While Trump and Xi agreed to roll back some trade barriers at their summit in South Korea, US-Chinese business and trade remain severely constrained after a decade of tit-for-tat economic salvoes between the sides.
The average US tariff on Chinese goods stood at 47.5 percent after the South Korea summit, up from 3.1 percent before Trump’s first term, according to the Peterson Institute for International Economics.
China’s average tariff on US goods stood at 31.9 percent, up from 8.4 percent in 2018, according to the think tank.
Two-way goods trade amounted to about $415bn in 2025, down sharply from its 2022 peak of $690bn.

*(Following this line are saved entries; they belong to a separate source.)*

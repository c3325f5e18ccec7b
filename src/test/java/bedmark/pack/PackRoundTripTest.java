package bedmark.pack;

import static org.junit.jupiter.api.Assertions.assertArrayEquals;
import static org.junit.jupiter.api.Assertions.assertEquals;
import static org.junit.jupiter.api.Assertions.assertNotEquals;
import static org.junit.jupiter.api.Assertions.assertThrows;
import static org.junit.jupiter.api.Assertions.assertTrue;

import bedmark.document.Refused;
import bedmark.journal.Progress;
import bedmark.json.JsonWriter;
import bedmark.survey.Bundle;
import java.io.ByteArrayOutputStream;
import java.io.IOException;
import java.io.InputStream;
import java.io.OutputStream;
import java.nio.charset.StandardCharsets;
import java.nio.file.Files;
import java.nio.file.Path;
import java.util.ArrayList;
import java.util.LinkedHashMap;
import java.util.List;
import java.util.Map;
import java.util.zip.ZipEntry;
import java.util.zip.ZipFile;
import java.util.zip.ZipOutputStream;
import org.junit.jupiter.api.BeforeEach;
import org.junit.jupiter.api.Test;
import org.junit.jupiter.api.io.TempDir;

class PackRoundTripTest {
    @TempDir
    Path folder;
    private final Map<String, byte[]> photos = new LinkedHashMap<>();
    private DeviceKey key;
    private Path out;

    @BeforeEach
    void prepare() {
        key = DeviceKey.of(folder.resolve("store"));
        out = folder.resolve("round.zip");
        photos.put("tail pulley.jpg", Samples.jpeg(40, 30));
        photos.put("north/bed-\u00f1.png", Samples.png(300, 200));
    }

    private WrittenPack write(Bundle bundle, Path target) {
        return PackWriter.write(bundle, Samples.folder(folder.resolve("photos"), photos), key, target, Progress.NONE);
    }

    private static byte[] copyOf(ReadPack pack, PackedPhoto photo) throws IOException {
        ByteArrayOutputStream bytes = new ByteArrayOutputStream();
        pack.copy(photo, bytes);
        return bytes.toByteArray();
    }

    @Test
    void whatIsPackedIsRead() throws IOException {
        Bundle bundle = Samples.bundle(photos);
        WrittenPack written = write(bundle, out);
        ReadPack pack = PackReader.open(out, PackLimits.STANDARD);
        assertEquals(bundle, pack.bundle());
        assertArrayEquals(JsonWriter.compact(bundle.document()), pack.bundleText());
        assertEquals(key.fingerprint(), pack.fingerprint());
        assertEquals(List.of("north/bed-\u00f1.png", "tail pulley.jpg"),
                pack.photos().stream().map(PackedPhoto::name).toList());
        for (PackedPhoto photo : pack.photos()) {
            assertArrayEquals(photos.get(photo.name()), copyOf(pack, photo));
        }
        assertEquals(new WrittenPack(out, Sha256.hex(Files.readAllBytes(out)), Files.size(out), 2,
                key.fingerprint()), written);
    }

    @Test
    void theEntriesAreThoseOfTheDataPage() throws IOException {
        write(Samples.bundle(photos), out);
        try (ZipFile zip = new ZipFile(out.toFile())) {
            assertEquals(List.of("bagit.txt", "bag-info.txt", "manifest-sha256.txt", "tagmanifest-sha256.txt",
                    "signature-ed25519.txt", "device-key.txt", "data/bundle.json", "data/photos/north/bed-\u00f1.png",
                    "data/photos/tail pulley.jpg"), zip.stream().map(ZipEntry::getName).toList());
            assertEquals("Bag-Software-Agent: Bedmark\nBagging-Date: 2026-03-01\n"
                    + "External-Identifier: 11111111-1111-4111-8111-111111111111\nPayload-Oxum: "
                    + (zip.getEntry("data/bundle.json").getSize()
                    + photos.values().stream().mapToInt(photo -> photo.length).sum()) + ".3\n",
                    text(zip, "bag-info.txt"));
            assertEquals(List.of("bag-info.txt", "bagit.txt", "manifest-sha256.txt"),
                    text(zip, "tagmanifest-sha256.txt").lines().map(line -> line.substring(66)).toList());
        }
    }

    private static String text(ZipFile zip, String name) throws IOException {
        try (InputStream content = zip.getInputStream(zip.getEntry(name))) {
            return new String(content.readAllBytes(), StandardCharsets.UTF_8);
        }
    }

    @Test
    void theSameContentIsTheSameFile() throws IOException {
        WrittenPack first = write(Samples.bundle(photos), out);
        WrittenPack again = write(Samples.bundle(photos), folder.resolve("again.zip"));
        assertEquals(-1, Files.mismatch(first.file(), again.file()));
        assertEquals(first.sha256(), again.sha256());
        DeviceKey other = DeviceKey.of(folder.resolve("other store"));
        WrittenPack byOther = PackWriter.write(Samples.bundle(photos), Samples.folder(folder.resolve("photos"),
                photos), other, folder.resolve("other.zip"), Progress.NONE);
        assertNotEquals(first.sha256(), byOther.sha256());
    }

    @Test
    void anOlderPackOfTheSameNameIsReplacedWhole() throws IOException {
        write(Samples.bundle(Map.of()), out);
        write(Samples.bundle(photos), out);
        assertEquals(2, PackReader.open(out, PackLimits.STANDARD).photos().size());
        assertEquals(List.of("photos", "round.zip", "store"), Packs.names(folder));
    }

    @Test
    void aBundleWithoutPhotosIsPackedToo() {
        write(Samples.bundle(Map.of()), out);
        assertEquals(List.of(), PackReader.open(out, PackLimits.STANDARD).photos());
    }

    @Test
    void photosMayBeNamedWithTheirFolderAndBySeveralSurveys() throws IOException {
        byte[] photo = photos.get("tail pulley.jpg");
        write(Samples.bundle(List.of(Samples.claim("photos/tail pulley.jpg", photo),
                Samples.claim("tail pulley.jpg", photo))), out);
        ReadPack pack = PackReader.open(out, PackLimits.STANDARD);
        assertEquals(List.of(new PackedPhoto("tail pulley.jpg", Sha256.hex(photo), photo.length)), pack.photos());
        assertArrayEquals(photo, copyOf(pack, pack.photos().get(0)));
    }

    @Test
    void progressGrowsToItsTotal() {
        List<Long> done = new ArrayList<>();
        List<Long> totals = new ArrayList<>();
        Progress listening = (now, total) -> {
            done.add(now);
            totals.add(total);
        };
        PackWriter.write(Samples.bundle(photos), Samples.folder(folder.resolve("photos"), photos), key, out, listening);
        assertGrows(done, totals);
        done.clear();
        totals.clear();
        new PackReader(PackLimits.STANDARD, bytes -> Samples.bundle(photos)).open(out, listening);
        assertGrows(done, totals);
    }

    private static void assertGrows(List<Long> done, List<Long> totals) {
        assertEquals(done.stream().sorted().toList(), done);
        assertEquals(0, done.get(0));
        assertEquals(totals.get(0), done.get(done.size() - 1));
        assertEquals(1, totals.stream().distinct().count());
        assertTrue(done.size() > 4);
    }

    @Test
    void readingCanBeCancelled() {
        write(Samples.bundle(photos), out);
        Progress impatient = new Progress() {
            @Override
            public void at(long done, long total) {
            }

            @Override
            public boolean cancelled() {
                return true;
            }
        };
        PackReader reader = new PackReader(PackLimits.STANDARD, bytes -> Samples.bundle(photos));
        assertEquals("pack-cancelled",
                assertThrows(Refused.class, () -> reader.open(out, impatient)).defect().code());
        Thread.currentThread().interrupt();
        assertEquals("pack-cancelled",
                assertThrows(Refused.class, () -> reader.open(out, Progress.NONE)).defect().code());
        assertTrue(Thread.interrupted());
    }

    /** As other archivers do it: deflated, sizes after the data. */
    @Test
    void aPackZippedAnewIsRead() throws IOException {
        write(Samples.bundle(photos), out);
        Path again = folder.resolve("again.zip");
        try (ZipFile zip = new ZipFile(out.toFile());
                ZipOutputStream to = new ZipOutputStream(Files.newOutputStream(again))) {
            for (ZipEntry entry : zip.stream().toList()) {
                to.putNextEntry(new ZipEntry(entry.getName()));
                try (InputStream content = zip.getInputStream(entry)) {
                    content.transferTo(to);
                }
            }
        }
        assertTrue(Files.size(again) < Files.size(out));
        ReadPack pack = PackReader.open(again, PackLimits.STANDARD);
        assertEquals(PackReader.open(out, PackLimits.STANDARD).photos(), pack.photos());
        assertArrayEquals(photos.get("tail pulley.jpg"), copyOf(pack, pack.photos().get(1)));
    }

    @Test
    void aFileChangedAfterItWasJudgedGivesNoPhoto() throws IOException {
        write(Samples.bundle(photos), out);
        ReadPack pack = PackReader.open(out, PackLimits.STANDARD);
        byte[] bytes = Files.readAllBytes(out);
        int inPhoto = bytes.length - 1000;
        bytes[inPhoto] ^= 1;
        Files.write(out, bytes);
        assertEquals("zip-crc-wrong", assertThrows(Refused.class,
                () -> pack.copy(pack.photos().get(1), OutputStream.nullOutputStream())).defect().code());
        assertThrows(IllegalArgumentException.class,
                () -> pack.copy(new PackedPhoto("x", "0".repeat(64), 1), OutputStream.nullOutputStream()));
    }

    @Test
    void whatIsNoFileIsRefused() {
        for (Path absent : List.of(folder.resolve("absent.zip"), folder)) {
            assertEquals("pack-absent", assertThrows(Refused.class,
                    () -> PackReader.open(absent, PackLimits.STANDARD)).defect().code());
        }
    }
}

Carsten Holz, an expert on the Chinese economy at the Hong Kong University of Science and Technology, said China has less incentive to make concessions to the US than before, amid the rise of its domestic industries.
“Across many industrial sectors, PRC [People’s Republic of China] firms hold leading or controlling positions,” Holz told Al Jazeera.
“As a result, the PRC economy has little to gain from opening further to the US and is likely to only offer largely symbolic gestures.”
Deborah Elms, head of trade policy at the Hinrich Foundation in Singapore, voiced similar sentiments about the limits of US leverage.
“Basically, Trump expects China to buy more stuff from America and let US companies operate more freely in China,” Elms told Al Jazeera.
“What is he offering?” Elms said. “Very little, largely because Trump sees the bilateral relationship as one where the US has been fair and China has not.”
Reade, the former USTR official, said Xi would not agree to any measures that “harm Chinese interests in any way”.
“Instead, China will potentially give the US no-cost ‘gifts’,” Reade said, suggesting such measures could include the removal of trade barriers it placed on US beef.
“It may buy US goods it needs,” Reade said.
“If it allows purchases of US tech products, it will only be because it needs them right now,” she added. “But this does not interfere with China’s strategic plans to eliminate dependence on US technology over the longer term.”